▸ Task goal
Nothing but the line with "static const char" and the lines after it should appear, each retyped exactly as in the listing.
------------------------------
/* bm-extrema.c: band extrema on a periodic mesh or in a scattered k-table, refined
 * below the mesh spacing, with inertial mass tensors, classification and warnings. */
#include "bm-extrema.h"

#include <math.h>
#include <stdint.h>
#include <stdlib.h>
#include <stdio.h>
#include <string.h>

#include "bm-bandfit.h"
#include "bm-crystal.h"
#include "bm-linalg.h"
#include "bm-quadric.h"
#include "bm-spectral.h"
#include "bm-units.h"

#define DEFAULT_DEGENERACY_TOL_EV 1e-3
/* |1/m| below this (|m| above 1e4 m_e) counts as vanishing curvature. */
#define FLAT_INV_MASS 1e-4
#define MASS_MIN 0.01
#define MASS_MAX 10.0
/* Weighted fit residual above this fraction of the fitted energy range
 * flags a non-parabolic band within the fit radius. */
#define NONPARABOLIC_REL 0.02
/* table fits: the automatic window grows by this factor while the terms
 * beyond quadratic stay below significance at this level */
#define WINDOW_GROWTH 1.25
#define BEYOND_LEVEL 0.01
/* E(2s) - E0 over E(s) - E0 is 4 for a parabola and 2 for a cone; a mean over
 * the sampled directions below this flags a conical point. */
#define CONE_RATIO 2.5
/* The domain of the inputs: band energies in eV and k in 1/Angstrom far
 * beyond any crystal's (and far inside the range where the interpolant's
 * sums stay finite). */
#define BM_ENERGY_MAX_EV 1e6
#define BM_K_MAX_INV_A 1e3
#define NEWTON_MAX_ITER 50
#define DEFAULT_CONVERGENCE_TOL 0.02
/* A neighbouring band closer than this part of the band's own energy range
 * near the extremum counts as crossing it: sorted bands have kinks there,
 * and an interpolant of the band alone rings at them. */
#define CROSSING_GAP_REL 0.25
/* Where to look for that neighbour, in mesh steps: as far as the search's
 * interpolant reaches (BM_LOCAL_POINTS / 2 on fine axes, from a point
 * anywhere in its cell), so no kink it rings at goes unseen.  At 3.5 the
 * silicon minimum on a 48^3 mesh, 3.75 steps from the crossing at X, was
 * fitted across the kink: m_l 0.931 +- 0.076. */
#define PARTNER_RADIUS_STEPS (0.5 * BM_LOCAL_POINTS + 0.5)

static const char *kind_name(bm_extremum_kind k)
{
    return k == BM_EXTREMUM_MINIMUM ? "minimum" : k == BM_EXTREMUM_MAXIMUM ? "maximum"
         : k == BM_EXTREMUM_SADDLE ? "saddle point" : "non-stationary point";
}

/* ---------------------------------------------------------------- tensor */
------------------------------
▸ Exercise solution
static const char *kind_name(bm_extremum_kind k)
{
    return k == BM_EXTREMUM_MINIMUM ? "minimum" : k == BM_EXTREMUM_MAXIMUM ? "maximum"
         : k == BM_EXTREMUM_SADDLE ? "saddle point" : "non-stationary point";
}

/* ---------------------------------------------------------------- tensor */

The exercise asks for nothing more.